▶ **About this exercise**: Reprint every entry, character for character.

━━ Entries supplied ━━

// " Tests in this study: NAME (what it assumes); ..." for the distinct tests
// of the study's learners ("" when none uses a test).
static std::string TestsAssumed(const StudySpec& study) {
  std::vector<std::string> seen;
  std::string out;
  for (const LearnerSpec& l : study.learners) {
    const std::string text = TestAssumptions(l.test);
    if (text.empty() || std::find(seen.begin(), seen.end(), l.test) != seen.end()) continue;
    seen.push_back(l.test);
    out += (out.empty() ? " Tests in this study: " : "; ") + l.test + " (" + text + ")";
  }
  return out.empty() ? out : out + ". Calibration of each: docs/tests.md.";
}

const std::string& ReportCaution() {
  static const std::string text =
      "Read the learned graphs as statistical hypotheses, not as proven mechanisms. Each rests on "
      "assumptions: the model class of the test (for example a linear Hawkes intensity with exponential "
      "kernels, or a linear drift), faithfulness (every separation in the data comes from the graph), "
      "stationarity over the observation window, and the chosen level. The rates in this report describe "
      "the simulated truths and processes of this study only. Do not use a learned graph as evidence for "
      "decisions about people, patients or safety-critical systems.";
  return text;
}

ReportPage BuildReportPage(const StudySpec& study, const std::vector<Cell>& cells,
                           const StudyTruths& truths, const ReportData& data) {
  ReportPage page;
  page.title = "Study report: " + study.name;
  page.study = StudyRows(study);
  page.caution = ReportCaution() + TestsAssumed(study);
  page.summary = data.summary;
  page.comparisons = data.comparisons;
  ReportSection rates{"rates", "Power and false edges", "Scored against the maximal graph N of each truth's "
                      "class: a learner can at best report N." + TruthsNote(data), {}};
  ReportSection cost{"cost", "Tests made and time", "", {}};
  ReportSection lost{"lost", "Where edges are lost",
                     "Each missed solid edge and each false edge has exactly one cause, judged against the "
                     "truth (results/README.md, \"Why edges were lost\"): the edge's own test was wrong, "
                     "a wrong answer about another pair propagated through a rule of the method, a test "
                     "could not be computed, or no test was wrong (the method's reach).", {}};
  const auto groups = Groups(data);
  for (size_t g = 0; g < groups.size(); ++g) {
    const std::string suffix = groups.size() > 1 ? "-g" + std::to_string(g + 1) : "";
    AddRateFigures(study, data, groups[g].first, groups[g].second, suffix, rates);
    AddLostFigures(study, data, groups[g].first, groups[g].second, suffix, lost);
    AddCostFigures(study, groups[g].first, groups[g].second, suffix, cost);
  }
  if (TrialsVary(data)) AddTrialFigures(study, data, rates);
  ReportSection drawings{"graphs", "Graphs", "", {}};
  AddTruthDrawings(truths, drawings);
  ReportSection learned{"learned", "Learned graphs", "", {}};
  AddLearnedDrawings(study, cells, truths, data, learned);
  page.sections = {rates, cost, CalibrationSection(study, cells, data, page.warnings), drawings, learned};
  if (!lost.figures.empty()) page.sections.insert(page.sections.begin() + 1, lost);
  return page;
}

Result<int> WriteReport(const std::string& dir, const StudySpec& study, const std::vector<Cell>& cells,
                        const StudyTruths& truths, const ReportData& data) {
  ReportPage page = BuildReportPage(study, cells, truths, data);
  std::error_code ec;
  std::filesystem::create_directories(dir + "/figures", ec);
  if (ec) return Status::Error("cannot create " + dir + "/figures: " + ec.message());
  int figures = 0;
  for (ReportSection& section : page.sections) {
    for (ReportFigure& f : section.figures) {
      Status s = RenderFigure(f);
      if (s.ok()) s = WriteFileAtomically(dir + "/figures/" + f.id + ".svg", f.svg);
      if (!s.ok()) return s;
      ++figures;
    }
  }
  std::ostringstream html;
  WriteReportHtml(page, html);
  Status s = WriteFileAtomically(dir + "/report.html", html.str());
  if (!s.ok()) return s;
  return figures;
}

Result<int> WriteReportOfResults(const std::string& dir, const StudySpec& study,
                                 const std::vector<Cell>& cells, const StudyTruths& truths) {
  Result<ReportData> data = ReadReportData(dir);
  if (!data.ok()) return data.status();
  return WriteReport(dir, study, cells, truths, *data);
}

}  // namespace locind::app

━━━

▶ **Answer**:
// " Tests in this study: NAME (what it assumes); ..." for the distinct tests
// of the study's learners ("" when none uses a test).
static std::string TestsAssumed(const StudySpec& study) {
  std::vector<std::string> seen;
  std::string out;
  for (const LearnerSpec& l : study.learners) {
    const std::string text = TestAssumptions(l.test);
    if (text.empty() || std::find(seen.begin(), seen.end(), l.test) != seen.end()) continue;
    seen.push_back(l.test);
    out += (out.empty() ? " Tests in this study: " : "; ") + l.test + " (" + text + ")";
  }
  return out.empty() ? out : out + ". Calibration of each: docs/tests.md.";
}

const std::string& ReportCaution() {
  static const std::string text =
      "Read the learned graphs as statistical hypotheses, not as proven mechanisms. Each rests on "
      "assumptions: the model class of the test (for example a linear Hawkes intensity with exponential "
      "kernels, or a linear drift), faithfulness (every separation in the data comes from the graph), "
      "stationarity over the observation window, and the chosen level. The rates in this report describe "
      "the simulated truths and processes of this study only. Do not use a learned graph as evidence for "
      "decisions about people, patients or safety-critical systems.";
  return text;
}

ReportPage BuildReportPage(const StudySpec& study, const std::vector<Cell>& cells,
                           const StudyTruths& truths, const ReportData& data) {
  ReportPage page;
  page.title = "Study report: " + study.name;
  page.study = StudyRows(study);
  page.caution = ReportCaution() + TestsAssumed(study);
  page.summary = data.summary;
  page.comparisons = data.comparisons;
  ReportSection rates{"rates", "Power and false edges", "Scored against the maximal graph N of each truth's "
                      "class: a learner can at best report N." + TruthsNote(data), {}};
  ReportSection cost{"cost", "Tests made and time", "", {}};
  ReportSection lost{"lost", "Where edges are lost",
                     "Each missed solid edge and each false edge has exactly one cause, judged against the "
                     "truth (results/README.md, \"Why edges were lost\"): the edge's own test was wrong, "
                     "a wrong answer about another pair propagated through a rule of the method, a test "
                     "could not be computed, or no test was wrong (the method's reach).", {}};
  const auto groups = Groups(data);
  for (size_t g = 0; g < groups.size(); ++g) {
    const std::string suffix = groups.size() > 1 ? "-g" + std::to_string(g + 1) : "";
    AddRateFigures(study, data, groups[g].first, groups[g].second, suffix, rates);
    AddLostFigures(study, data, groups[g].first, groups[g].second, suffix, lost);
    AddCostFigures(study, groups[g].first, groups[g].second, suffix, cost);
  }
  if (TrialsVary(data)) AddTrialFigures(study, data, rates);
  ReportSection drawings{"graphs", "Graphs", "", {}};
  AddTruthDrawings(truths, drawings);
  ReportSection learned{"learned", "Learned graphs", "", {}};
  AddLearnedDrawings(study, cells, truths, data, learned);
  page.sections = {rates, cost, CalibrationSection(study, cells, data, page.warnings), drawings, learned};
  if (!lost.figures.empty()) page.sections.insert(page.sections.begin() + 1, lost);
  return page;
}

Result<int> WriteReport(const std::string& dir, const StudySpec& study, const std::vector<Cell>& cells,
                        const StudyTruths& truths, const ReportData& data) {
  ReportPage page = BuildReportPage(study, cells, truths, data);
  std::error_code ec;
  std::filesystem::create_directories(dir + "/figures", ec);
  if (ec) return Status::Error("cannot create " + dir + "/figures: " + ec.message());
  int figures = 0;
  for (ReportSection& section : page.sections) {
    for (ReportFigure& f : section.figures) {
      Status s = RenderFigure(f);
      if (s.ok()) s = WriteFileAtomically(dir + "/figures/" + f.id + ".svg", f.svg);
      if (!s.ok()) return s;
      ++figures;
    }
  }
  std::ostringstream html;
  WriteReportHtml(page, html);
  Status s = WriteFileAtomically(dir + "/report.html", html.str());
  if (!s.ok()) return s;
  return figures;
}

Result<int> WriteReportOfResults(const std::string& dir, const StudySpec& study,
                                 const std::vector<Cell>& cells, const StudyTruths& truths) {
  Result<ReportData> data = ReadReportData(dir);
  if (!data.ok()) return data.status();
  return WriteReport(dir, study, cells, truths, *data);
}

}  // namespace locind::app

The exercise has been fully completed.